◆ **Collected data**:

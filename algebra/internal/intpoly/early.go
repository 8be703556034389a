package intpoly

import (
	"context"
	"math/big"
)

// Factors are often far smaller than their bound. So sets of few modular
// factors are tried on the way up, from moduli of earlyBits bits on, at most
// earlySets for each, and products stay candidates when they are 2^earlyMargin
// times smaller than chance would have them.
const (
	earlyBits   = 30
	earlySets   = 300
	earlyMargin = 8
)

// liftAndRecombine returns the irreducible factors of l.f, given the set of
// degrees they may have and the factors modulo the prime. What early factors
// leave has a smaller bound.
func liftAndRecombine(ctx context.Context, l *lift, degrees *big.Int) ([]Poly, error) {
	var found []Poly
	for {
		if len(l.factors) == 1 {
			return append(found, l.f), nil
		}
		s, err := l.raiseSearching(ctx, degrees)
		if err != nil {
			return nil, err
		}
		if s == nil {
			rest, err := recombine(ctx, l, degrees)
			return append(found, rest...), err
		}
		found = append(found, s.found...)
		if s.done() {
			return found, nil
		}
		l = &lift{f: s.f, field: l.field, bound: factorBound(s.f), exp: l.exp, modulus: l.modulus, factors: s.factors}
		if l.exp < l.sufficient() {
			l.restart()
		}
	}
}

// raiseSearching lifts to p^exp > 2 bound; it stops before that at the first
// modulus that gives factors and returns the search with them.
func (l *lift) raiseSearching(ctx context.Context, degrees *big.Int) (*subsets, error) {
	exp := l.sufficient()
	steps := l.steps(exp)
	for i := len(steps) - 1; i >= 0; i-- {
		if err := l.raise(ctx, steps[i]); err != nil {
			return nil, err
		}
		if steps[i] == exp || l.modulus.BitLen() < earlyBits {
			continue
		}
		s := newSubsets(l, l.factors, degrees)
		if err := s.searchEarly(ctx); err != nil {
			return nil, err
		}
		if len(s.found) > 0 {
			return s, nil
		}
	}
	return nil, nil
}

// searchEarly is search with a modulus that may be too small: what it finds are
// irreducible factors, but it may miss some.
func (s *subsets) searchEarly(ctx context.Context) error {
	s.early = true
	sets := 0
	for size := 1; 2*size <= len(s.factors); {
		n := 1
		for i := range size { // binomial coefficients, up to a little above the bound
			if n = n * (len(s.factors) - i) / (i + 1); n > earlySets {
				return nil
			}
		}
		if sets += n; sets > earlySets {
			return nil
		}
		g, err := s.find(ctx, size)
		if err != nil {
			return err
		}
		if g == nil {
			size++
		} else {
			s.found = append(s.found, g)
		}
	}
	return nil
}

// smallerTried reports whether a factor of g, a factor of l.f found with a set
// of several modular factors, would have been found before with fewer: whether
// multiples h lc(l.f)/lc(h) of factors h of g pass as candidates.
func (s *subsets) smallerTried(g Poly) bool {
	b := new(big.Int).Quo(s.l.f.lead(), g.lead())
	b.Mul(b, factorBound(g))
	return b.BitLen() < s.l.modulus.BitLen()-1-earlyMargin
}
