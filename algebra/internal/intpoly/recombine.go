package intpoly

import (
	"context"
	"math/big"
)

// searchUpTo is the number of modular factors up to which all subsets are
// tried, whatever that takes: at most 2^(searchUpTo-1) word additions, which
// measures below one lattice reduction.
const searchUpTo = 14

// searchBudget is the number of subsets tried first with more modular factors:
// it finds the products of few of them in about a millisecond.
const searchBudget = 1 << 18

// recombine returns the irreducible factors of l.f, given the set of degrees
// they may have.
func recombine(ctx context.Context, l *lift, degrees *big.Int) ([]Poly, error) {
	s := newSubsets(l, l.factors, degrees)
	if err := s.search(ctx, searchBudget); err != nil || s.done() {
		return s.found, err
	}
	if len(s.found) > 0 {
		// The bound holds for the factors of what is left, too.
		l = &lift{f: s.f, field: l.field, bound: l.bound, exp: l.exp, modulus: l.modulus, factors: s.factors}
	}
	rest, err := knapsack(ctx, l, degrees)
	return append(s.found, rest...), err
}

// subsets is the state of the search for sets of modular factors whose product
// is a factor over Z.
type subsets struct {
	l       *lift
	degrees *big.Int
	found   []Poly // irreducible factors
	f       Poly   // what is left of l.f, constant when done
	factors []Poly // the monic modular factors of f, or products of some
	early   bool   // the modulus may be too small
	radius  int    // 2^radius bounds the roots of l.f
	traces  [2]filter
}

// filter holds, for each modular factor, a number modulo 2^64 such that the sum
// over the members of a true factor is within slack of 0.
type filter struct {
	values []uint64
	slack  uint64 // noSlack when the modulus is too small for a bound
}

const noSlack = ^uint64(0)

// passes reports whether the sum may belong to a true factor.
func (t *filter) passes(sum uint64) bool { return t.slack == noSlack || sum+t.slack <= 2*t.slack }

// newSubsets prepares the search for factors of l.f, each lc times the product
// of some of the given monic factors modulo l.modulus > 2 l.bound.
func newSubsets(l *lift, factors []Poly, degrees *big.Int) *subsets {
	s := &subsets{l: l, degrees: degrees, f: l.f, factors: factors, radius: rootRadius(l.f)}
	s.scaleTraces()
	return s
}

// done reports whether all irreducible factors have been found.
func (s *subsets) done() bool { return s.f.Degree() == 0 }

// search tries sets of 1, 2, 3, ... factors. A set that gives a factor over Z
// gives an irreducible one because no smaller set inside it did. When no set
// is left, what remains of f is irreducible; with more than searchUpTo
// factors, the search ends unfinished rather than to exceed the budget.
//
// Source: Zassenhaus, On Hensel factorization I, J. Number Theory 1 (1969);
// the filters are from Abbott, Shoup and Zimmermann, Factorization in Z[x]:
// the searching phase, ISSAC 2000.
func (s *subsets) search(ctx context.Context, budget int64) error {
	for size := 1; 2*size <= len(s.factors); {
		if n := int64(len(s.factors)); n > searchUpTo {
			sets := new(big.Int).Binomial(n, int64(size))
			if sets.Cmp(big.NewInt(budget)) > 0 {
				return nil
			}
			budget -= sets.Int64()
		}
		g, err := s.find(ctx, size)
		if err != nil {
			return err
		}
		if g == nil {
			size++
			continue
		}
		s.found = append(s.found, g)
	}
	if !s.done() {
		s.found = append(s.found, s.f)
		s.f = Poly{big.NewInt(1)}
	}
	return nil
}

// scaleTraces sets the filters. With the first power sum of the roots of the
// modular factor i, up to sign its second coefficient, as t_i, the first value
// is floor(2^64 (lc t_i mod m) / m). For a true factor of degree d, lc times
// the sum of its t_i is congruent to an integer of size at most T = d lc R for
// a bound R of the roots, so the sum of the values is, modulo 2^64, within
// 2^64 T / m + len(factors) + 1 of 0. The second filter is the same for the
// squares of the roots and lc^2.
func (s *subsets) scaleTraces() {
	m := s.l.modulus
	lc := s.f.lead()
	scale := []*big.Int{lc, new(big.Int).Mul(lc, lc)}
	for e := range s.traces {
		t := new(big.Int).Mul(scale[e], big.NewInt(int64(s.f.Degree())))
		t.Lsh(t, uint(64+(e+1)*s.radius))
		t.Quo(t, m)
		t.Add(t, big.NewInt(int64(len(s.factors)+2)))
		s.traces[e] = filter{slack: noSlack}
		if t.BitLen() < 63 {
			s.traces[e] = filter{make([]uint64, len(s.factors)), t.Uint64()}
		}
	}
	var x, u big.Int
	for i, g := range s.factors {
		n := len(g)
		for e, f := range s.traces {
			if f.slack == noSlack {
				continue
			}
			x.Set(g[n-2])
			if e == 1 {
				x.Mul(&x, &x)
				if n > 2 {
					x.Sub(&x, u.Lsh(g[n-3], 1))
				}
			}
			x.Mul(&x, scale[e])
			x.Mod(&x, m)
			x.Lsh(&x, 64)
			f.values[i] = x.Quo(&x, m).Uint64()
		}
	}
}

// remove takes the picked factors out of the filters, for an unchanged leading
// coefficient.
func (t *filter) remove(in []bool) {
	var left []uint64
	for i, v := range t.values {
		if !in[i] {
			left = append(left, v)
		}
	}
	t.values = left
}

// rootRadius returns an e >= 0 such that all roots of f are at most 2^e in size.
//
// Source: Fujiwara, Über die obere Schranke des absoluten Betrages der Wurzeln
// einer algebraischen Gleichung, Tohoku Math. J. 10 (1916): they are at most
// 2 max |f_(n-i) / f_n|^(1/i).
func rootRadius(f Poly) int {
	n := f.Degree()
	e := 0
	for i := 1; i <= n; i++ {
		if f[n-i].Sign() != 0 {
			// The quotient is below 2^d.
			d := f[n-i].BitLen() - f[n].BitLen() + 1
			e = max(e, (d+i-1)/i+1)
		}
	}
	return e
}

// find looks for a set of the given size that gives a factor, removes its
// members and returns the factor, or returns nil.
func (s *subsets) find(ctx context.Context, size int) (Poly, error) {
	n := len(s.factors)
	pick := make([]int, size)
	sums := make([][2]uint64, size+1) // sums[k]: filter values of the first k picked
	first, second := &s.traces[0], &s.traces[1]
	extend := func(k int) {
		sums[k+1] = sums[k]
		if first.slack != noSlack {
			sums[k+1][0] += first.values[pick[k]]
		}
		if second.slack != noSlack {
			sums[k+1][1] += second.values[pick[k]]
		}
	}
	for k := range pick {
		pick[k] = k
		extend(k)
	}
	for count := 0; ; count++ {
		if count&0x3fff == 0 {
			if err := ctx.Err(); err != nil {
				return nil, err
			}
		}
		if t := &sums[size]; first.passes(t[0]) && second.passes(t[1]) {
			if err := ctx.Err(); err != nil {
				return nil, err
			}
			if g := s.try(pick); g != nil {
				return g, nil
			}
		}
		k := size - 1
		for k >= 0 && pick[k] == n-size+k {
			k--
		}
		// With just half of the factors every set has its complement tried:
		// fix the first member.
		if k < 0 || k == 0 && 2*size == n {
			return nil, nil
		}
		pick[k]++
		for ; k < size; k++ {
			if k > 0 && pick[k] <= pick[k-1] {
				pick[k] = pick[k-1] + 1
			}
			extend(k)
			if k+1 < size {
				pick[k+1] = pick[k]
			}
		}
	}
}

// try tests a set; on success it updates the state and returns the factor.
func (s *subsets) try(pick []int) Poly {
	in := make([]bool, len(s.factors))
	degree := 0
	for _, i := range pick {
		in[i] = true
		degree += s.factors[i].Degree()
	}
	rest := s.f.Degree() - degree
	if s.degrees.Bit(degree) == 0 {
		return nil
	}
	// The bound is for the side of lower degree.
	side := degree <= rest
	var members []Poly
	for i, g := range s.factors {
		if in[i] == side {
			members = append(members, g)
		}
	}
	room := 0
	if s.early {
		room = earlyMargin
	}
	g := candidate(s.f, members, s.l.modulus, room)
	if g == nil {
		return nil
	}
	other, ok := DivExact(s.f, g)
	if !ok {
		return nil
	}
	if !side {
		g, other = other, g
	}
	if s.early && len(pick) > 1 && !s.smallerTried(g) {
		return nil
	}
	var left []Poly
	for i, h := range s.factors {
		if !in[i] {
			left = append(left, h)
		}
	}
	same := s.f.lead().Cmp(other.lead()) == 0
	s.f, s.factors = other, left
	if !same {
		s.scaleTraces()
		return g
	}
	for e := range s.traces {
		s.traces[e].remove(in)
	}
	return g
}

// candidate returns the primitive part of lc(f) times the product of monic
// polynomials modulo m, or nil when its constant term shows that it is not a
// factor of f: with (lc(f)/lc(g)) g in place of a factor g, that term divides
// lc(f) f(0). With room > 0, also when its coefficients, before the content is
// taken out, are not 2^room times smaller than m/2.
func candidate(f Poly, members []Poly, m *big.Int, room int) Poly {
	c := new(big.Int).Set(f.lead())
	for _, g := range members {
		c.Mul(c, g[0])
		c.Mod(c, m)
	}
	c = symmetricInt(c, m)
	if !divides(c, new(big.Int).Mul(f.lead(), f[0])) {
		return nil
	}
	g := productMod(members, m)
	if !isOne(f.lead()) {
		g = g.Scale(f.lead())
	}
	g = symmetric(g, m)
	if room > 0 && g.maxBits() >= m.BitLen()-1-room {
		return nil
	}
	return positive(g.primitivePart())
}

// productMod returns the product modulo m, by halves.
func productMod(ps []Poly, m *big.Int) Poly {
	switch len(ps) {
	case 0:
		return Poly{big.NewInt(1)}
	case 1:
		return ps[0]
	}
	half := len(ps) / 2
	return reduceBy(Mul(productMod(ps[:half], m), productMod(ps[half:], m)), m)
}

◆ **Requirement**: What is the number of lines in the records that contain the word "reports"? Answer with the number and nothing else.

◆ **Written response**: 3